A judge ruled the Home Office’s EU Settlement Scheme (EUSS) is unlawful and is based on an incorrect interpretation of Britain’s withdrawal agreement with Brussels.

The Home Office said it was disappointed by the ruling and intends to appeal.

The case was brought to the High Court with a challenge by the the Independent Monitoring Authority (IMA) – the watchdog set up by the government to look after EU citizens’ rights in Britain after its exit from the union.

Robert Palmer KC, acting for the IMA, told the court that around 2.6 million EU citizens who had been granted “pre-settled status” before the end of the Brexit transition period in 2020 risked losing their rights and being treated as “illegal overstayers” and “liable to detention and removal”.

Under the Home Office’s rules, such people will lose all rights of residence including the right to work, to rent a home and to access healthcare unless they make a further settlement application within five years.

In his ruling, Mr Justice Lane said that, if the Home Office’s interpretation of the law was correct, “a very large number of people face the most serious uncertainty”.

He added: “If they lose legal status in the United Kingdom, their continued physical presence here will depend on the view taken by the defendant on whether to enforce immigration control by insisting on the individual’s removal.

“Someone who makes a belated application for further leave will not know whether the defendant will accept the late application.”

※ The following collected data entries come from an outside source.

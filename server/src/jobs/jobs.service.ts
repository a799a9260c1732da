import { Injectable, Logger, type OnApplicationShutdown, type OnModuleInit } from '@nestjs/common';
import { ConfigService } from '@nestjs/config';
import PgBoss from 'pg-boss';
import type { EntityManager } from 'typeorm';
import type { AppEnv } from '../config/env.validation';

// pg-boss keeps its tables in a schema of its own beside the app's (never in public).
export const JOBS_SCHEMA = 'pgboss';

export interface RetryPolicy {
  retryLimit: number;
  // Seconds before the first retry; doubled each time with backoff.
  retryDelay: number;
  retryBackoff: boolean;
}

export type JobHandler<T> = (data: T, job: { id: string; retryCount: number }) => Promise<void>;

// A job sent inside a database transaction is committed (or rolled back) with it.
function inTransaction(manager: EntityManager): PgBoss.Db {
  return {
    executeSql: async (text: string, values: unknown[]) => ({ rows: await manager.query<unknown[]>(text, values) }),
  };
}

// Owns the one PgBoss instance of the app: started on boot against the app's database, stopped on shutdown.
@Injectable()
export class JobsService implements OnModuleInit, OnApplicationShutdown {
  private readonly logger = new Logger('JobsService');
  private readonly boss: PgBoss;
  private readonly testMode: boolean;
  private started: Promise<void> | null = null;

  constructor(config: ConfigService<AppEnv, true>) {
    this.testMode = config.get('NODE_ENV', { infer: true }) === 'test';
    this.boss = new PgBoss({
      connectionString: config.get('DATABASE_URL', { infer: true }),
      schema: JOBS_SCHEMA,
      application_name: 'yardcall-jobs',
      max: 4,
    });
    this.boss.on('error', (error) => this.logger.error(`Job queue: ${error.message}`));
  }

  onModuleInit(): Promise<void> {
    return this.ready();
  }

  private ready(): Promise<void> {
    this.started ??= this.boss.start().then(() => undefined);
    return this.started;
  }

  async onApplicationShutdown(): Promise<void> {
    if (!this.started) return;
    await this.started.catch(() => undefined);
    // Work in flight is failed and retried by the next start; never hold the shutdown for long.
    await this.boss.stop({ graceful: !this.testMode, timeout: 5000, wait: true });
  }

  // Short delays in tests, so a retried job is seen within seconds.
  retryPolicy(production: RetryPolicy): RetryPolicy {
    return this.testMode ? { retryLimit: production.retryLimit, retryDelay: 1, retryBackoff: false } : production;
  }

  async createQueue(name: string, policy: RetryPolicy): Promise<void> {
    await this.ready();
    if (await this.boss.getQueue(name)) await this.boss.updateQueue(name, { name, ...policy });
    else await this.boss.createQueue(name, { name, ...policy });
  }

  // Each job of the queue runs the handler; a thrown error fails it, and the queue's policy retries it.
  async work<T extends object>(name: string, handler: JobHandler<T>): Promise<void> {
    await this.ready();
    await this.boss.work<T>(
      name,
      { includeMetadata: true, batchSize: 1, pollingIntervalSeconds: this.testMode ? 0.5 : 2 },
      async (jobs) => {
        for (const job of jobs) await handler(job.data, { id: job.id, retryCount: job.retryCount });
      },
    );
  }

  // Inside a transaction when a manager is given: the job exists only if the transaction commits.
  async send<T extends object>(name: string, data: T, manager?: EntityManager): Promise<string | null> {
    await this.ready();
    return this.boss.send(name, data, manager ? { db: inTransaction(manager) } : {});
  }

  async schedule(name: string, cron: string): Promise<void> {
    await this.ready();
    await this.boss.schedule(name, cron, {}, { tz: 'UTC' });
  }

  // Tests and the admin's view: how a job ended.
  async stateOf(name: string, id: string): Promise<{ state: string; retryCount: number } | null> {
    const job = await this.boss.getJobById(name, id, { includeArchive: true });
    return job ? { state: job.state, retryCount: job.retryCount } : null;
  }
}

He concluded the Home Office had wrongly interpreted the law on both issues challenged by the IMA – whose case was supported by the European Commission and the3million, a grassroots organisation representing EU citizens in the UK.

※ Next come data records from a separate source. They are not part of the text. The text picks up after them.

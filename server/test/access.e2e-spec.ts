import { ROLES, type Role, type UserSummary, type VehicleResponse } from '@yardcall/shared';
import request from 'supertest';
import { bearer, bodyOf, errorBody, login, OTHER_ORG_ADMIN, ROLE_EMAILS, suiteApp } from './helpers';

const NOWHERE_ID = '00000000-0000-4000-8000-000000000000';

// Who may call what: the design, one row per route. A route in the OpenAPI document without a row fails.
type Access = 'public' | 'signed-in' | Role[];
interface RouteRow {
  method: 'get' | 'post' | 'patch' | 'put' | 'delete';
  path: string;
  access: Access;
}

const ROUTES: RouteRow[] = [
  { method: 'post', path: '/api/auth/login', access: 'public' },
  { method: 'get', path: '/api/auth/me', access: 'signed-in' },
  { method: 'patch', path: '/api/auth/me/settings', access: 'signed-in' },
  { method: 'get', path: '/api/organizations/current', access: 'signed-in' },
  { method: 'get', path: '/api/users', access: ['admin', 'supervisor', 'trainer'] },
  { method: 'post', path: '/api/users', access: ['admin'] },
  { method: 'patch', path: '/api/users/{id}', access: ['admin'] },
  { method: 'get', path: '/api/invitations/{token}', access: 'public' },
  { method: 'post', path: '/api/invitations/{token}/accept', access: 'public' },
  { method: 'get', path: '/api/mail/outbox', access: ['admin'] },
  { method: 'get', path: '/api/vehicles', access: 'signed-in' },
  { method: 'post', path: '/api/vehicles', access: ['admin', 'supervisor'] },
  { method: 'get', path: '/api/vehicles/{id}', access: 'signed-in' },
  { method: 'patch', path: '/api/vehicles/{id}', access: ['admin', 'supervisor'] },
  { method: 'get', path: '/api/health', access: 'public' },
  { method: 'post', path: '/api/inspections', access: ['driver'] },
  { method: 'get', path: '/api/inspections', access: 'signed-in' },
  { method: 'get', path: '/api/inspections/{id}', access: 'signed-in' },
  { method: 'put', path: '/api/inspections/{id}/results', access: ['driver'] },
  { method: 'post', path: '/api/inspections/{id}/submit', access: ['driver'] },
  { method: 'post', path: '/api/inspections/{id}/acknowledge', access: ['driver'] },
  { method: 'get', path: '/api/vehicles/{id}/pending-acknowledgement', access: ['driver'] },
  { method: 'get', path: '/api/defects', access: ['mechanic', 'supervisor', 'admin'] },
  { method: 'post', path: '/api/defects/{id}/repair', access: ['mechanic'] },
  { method: 'post', path: '/api/inspections/{id}/notes', access: ['driver'] },
  { method: 'get', path: '/api/notes/{id}/audio', access: 'signed-in' },
  { method: 'post', path: '/api/inspections/{id}/photos', access: ['driver'] },
  { method: 'get', path: '/api/photos/{id}', access: 'signed-in' },
  { method: 'get', path: '/api/inspections/{id}/report.pdf', access: 'signed-in' },
  { method: 'get', path: '/api/fleet/board', access: ['supervisor', 'admin', 'mechanic'] },
  { method: 'get', path: '/api/inspections/export.csv', access: ['supervisor', 'admin'] },
  { method: 'patch', path: '/api/organizations/readings', access: ['admin'] },
  { method: 'get', path: '/api/organizations/time-zone', access: 'signed-in' },
  { method: 'patch', path: '/api/organizations/time-zone', access: ['admin'] },
  { method: 'get', path: '/api/organizations/retention', access: ['admin'] },
  { method: 'patch', path: '/api/organizations/retention', access: ['admin'] },
  { method: 'post', path: '/api/organizations/retention/purge', access: ['admin'] },
  { method: 'post', path: '/api/training/attempts', access: ['driver'] },
  { method: 'get', path: '/api/training/attempts', access: ['trainer', 'driver'] },
  { method: 'get', path: '/api/training/attempts/{id}', access: ['trainer', 'driver'] },
  { method: 'put', path: '/api/training/attempts/{id}/segments', access: ['driver'] },
  { method: 'post', path: '/api/training/attempts/{id}/audio', access: ['driver'] },
  { method: 'get', path: '/api/training/attempts/{id}/audio', access: ['trainer', 'driver'] },
  { method: 'post', path: '/api/training/attempts/{id}/finish', access: ['driver'] },
  { method: 'put', path: '/api/training/attempts/{id}/review', access: ['trainer'] },
  { method: 'get', path: '/api/training/progress', access: ['trainer', 'driver'] },
];

interface OpenApiDocument {
  paths: Record<string, Record<string, { 'x-roles'?: Role[] }>>;
}

describe('access control', () => {
  const { t, tokens } = suiteApp();
  let params: Record<string, string>;

  beforeAll(async () => {
    const vehicles = (await request(t.url).get('/api/vehicles').set(bearer(tokens.driver))).body as VehicleResponse[];
    const me = (await request(t.url).get('/api/auth/me').set(bearer(tokens.driver))).body as UserSummary;
    params = { '/api/users/{id}': me.id, '/api/vehicles/{id}': vehicles[0]!.id, token: 'not-a-real-invitation-token' };
    // Inspections and defects: an id that exists nowhere, so allowed callers get 400 or 404, never 403.
    Object.assign(params, {
      '/api/inspections/{id}': NOWHERE_ID,
      '/api/inspections/{id}/results': NOWHERE_ID,
      '/api/inspections/{id}/submit': NOWHERE_ID,
      '/api/inspections/{id}/acknowledge': NOWHERE_ID,
      '/api/vehicles/{id}/pending-acknowledgement': vehicles[0]!.id,
      '/api/defects/{id}/repair': NOWHERE_ID,
    });
    // Notes, photos and reports: likewise an id that exists nowhere.
    Object.assign(params, {
      '/api/inspections/{id}/notes': NOWHERE_ID,
      '/api/notes/{id}/audio': NOWHERE_ID,
      '/api/inspections/{id}/photos': NOWHERE_ID,
      '/api/photos/{id}': NOWHERE_ID,
      '/api/inspections/{id}/report.pdf': NOWHERE_ID,
    });
    // Training attempts: likewise an id that exists nowhere.
    for (const path of [
      '/api/training/attempts/{id}',
      '/api/training/attempts/{id}/segments',
      '/api/training/attempts/{id}/audio',
      '/api/training/attempts/{id}/finish',
      '/api/training/attempts/{id}/review',
    ]) {
      params[path] = NOWHERE_ID;
    }
  });

  function concretePath(row: RouteRow): string {
    return row.path.replace('{id}', params[row.path] ?? '').replace('{token}', params.token ?? '');
  }

  function send(row: RouteRow, token?: string) {
    let call = request(t.url)[row.method](concretePath(row));
    if (token) call = call.set(bearer(token));
    // An empty body: allowed callers then get past the guards and fail validation (400) or succeed.
    return row.method === 'get' ? call : call.send({});
  }

  it('has a row for every route in the OpenAPI document and no row for a missing route', async () => {
    const doc = (await request(t.url).get('/api/docs-json')).body as OpenApiDocument;
    const documented = Object.entries(doc.paths).flatMap(([path, ops]) => Object.keys(ops).map((m) => `${m} ${path}`));
    expect(documented.sort()).toEqual(ROUTES.map((r) => `${r.method} ${r.path}`).sort());
  });

  it('documents the roles of every restricted route in OpenAPI as x-roles', async () => {
    const doc = (await request(t.url).get('/api/docs-json')).body as OpenApiDocument;
    for (const row of ROUTES) {
      const roles = doc.paths[row.path]?.[row.method]?.['x-roles'];
      expect({ route: `${row.method} ${row.path}`, roles }).toEqual({
        route: `${row.method} ${row.path}`,
        roles: Array.isArray(row.access) ? row.access : undefined,
      });
    }
  });

  describe.each(ROUTES)('$method $path', (row) => {
    if (row.access === 'public') {
      it('answers without a token', async () => {
        const response = await send(row);
        expect([401, 403]).not.toContain(response.status);
        expect(response.status).toBeLessThan(500);
      });
      return;
    }

    it('refuses a caller without a token with 401', async () => {
      const response = await send(row);
      expect(response.status).toBe(401);
      expect(errorBody(response).message).toMatch(/sign in/i);
    });

    const allowed = row.access === 'signed-in' ? [...ROLES] : row.access;
    it.each([...ROLES])('as %s', async (role) => {
      const response = await send(row, tokens[role]);
      if (allowed.includes(role)) {
        expect({ role, status: response.status }).not.toEqual({ role, status: 403 });
        expect(response.status).not.toBe(401);
        expect(response.status).toBeLessThan(500);
      } else {
        expect(response.status).toBe(403);
        expect(errorBody(response).message).toContain(`may do this; you are signed in as ${role}`);
        for (const name of allowed) expect(errorBody(response).message).toContain(name);
      }
    });
  });
});

describe('organisation scoping', () => {
  const { t, tokens: own } = suiteApp();
  let otherAdmin: string;

  beforeAll(async () => {
    otherAdmin = (await login(t.url, OTHER_ORG_ADMIN)).accessToken;
  });

  it("answers 404 for another organisation's vehicle, as if it did not exist", async () => {
    const vehicles = (await request(t.url).get('/api/vehicles').set(bearer(own.admin))).body as VehicleResponse[];
    const id = vehicles[0]!.id;
    const read = await request(t.url).get(`/api/vehicles/${id}`).set(bearer(otherAdmin));
    expect(read.status).toBe(404);
    expect(read.body).toEqual({
      statusCode: 404,
      error: 'Not Found',
      message: 'No vehicle with this id in your organisation.',
    });
    const patch = await request(t.url).patch(`/api/vehicles/${id}`).set(bearer(otherAdmin)).send({ plate: 'HIJACK 1' });
    expect(patch.status).toBe(404);
    const after = await request(t.url).get(`/api/vehicles/${id}`).set(bearer(own.admin));
    expect(bodyOf<VehicleResponse>(after).plate).toBe(vehicles[0]!.plate);
  });

  it("answers 404 for another organisation's user and leaves it unchanged", async () => {
    const users = (await request(t.url).get('/api/users').set(bearer(own.admin))).body as UserSummary[];
    const driver = users.find((u) => u.email === ROLE_EMAILS.driver)!;
    const patch = await request(t.url).patch(`/api/users/${driver.id}`).set(bearer(otherAdmin)).send({ role: 'admin' });
    expect(patch.status).toBe(404);
    const again = (await request(t.url).get('/api/users').set(bearer(own.admin))).body as UserSummary[];
    expect(again.find((u) => u.id === driver.id)?.role).toBe('driver');
  });

  it("lists only the caller's own organisation", async () => {
    const ownVehicles = (await request(t.url).get('/api/vehicles').set(bearer(own.admin))).body as VehicleResponse[];
    const otherVehicles = (await request(t.url).get('/api/vehicles').set(bearer(otherAdmin))).body as VehicleResponse[];
    expect(otherVehicles.map((v) => v.unitNumber)).toEqual(['TB-7']);
    expect(ownVehicles.map((v) => v.unitNumber)).not.toContain('TB-7');
    const otherUsers = (await request(t.url).get('/api/users').set(bearer(otherAdmin))).body as UserSummary[];
    expect(otherUsers.map((u) => u.email)).toEqual([OTHER_ORG_ADMIN]);
  });

  it.each([
    ['get', '/api/vehicles/not-a-uuid'],
    ['patch', '/api/vehicles/12345'],
    ['patch', '/api/users/abc'],
  ] as const)('answers 400 naming the id for %s %s', async (method, path) => {
    const response = await request(t.url)[method](path).set(bearer(own.admin)).send({});
    expect(response.status).toBe(400);
    expect(errorBody(response).fields).toEqual([
      { field: 'id', message: expect.stringContaining('must be a UUID') as string },
    ]);
  });
});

A poster encouraging EU nationals to apply to the EUSS during the transition period
A poster encouraging EU nationals to apply to the EUSS during the transition period (AFP/Getty)

In a statement after the ruling, IMA chief executive Dr Kathryn Chamberlain said: “I am pleased that the judge has recognised the significant impact this issue could have had on the lives and livelihoods of citizens with pre-settled status in the UK.

“When we brought this judicial review, our intention was to provide clarity for citizens with pre-settled status ... this judgment that the current system is unlawful provides that clarity. We will now liaise with the Home Office on the next steps.”

Monique Hawkins, policy and research officer at the3million, said: “People cannot lose their rights just by forgetting to make a second UK immigration application – the withdrawal agreement does not allow it.”

Home Office minister Lord Murray said: “EU citizens are our friends and neighbours, and we take our obligations to securing their rights in the UK very seriously.

“The EU Settlement Scheme goes above and beyond our obligations under the withdrawal agreement, protecting EU citizens’ rights and giving them a route to settlement in the UK.”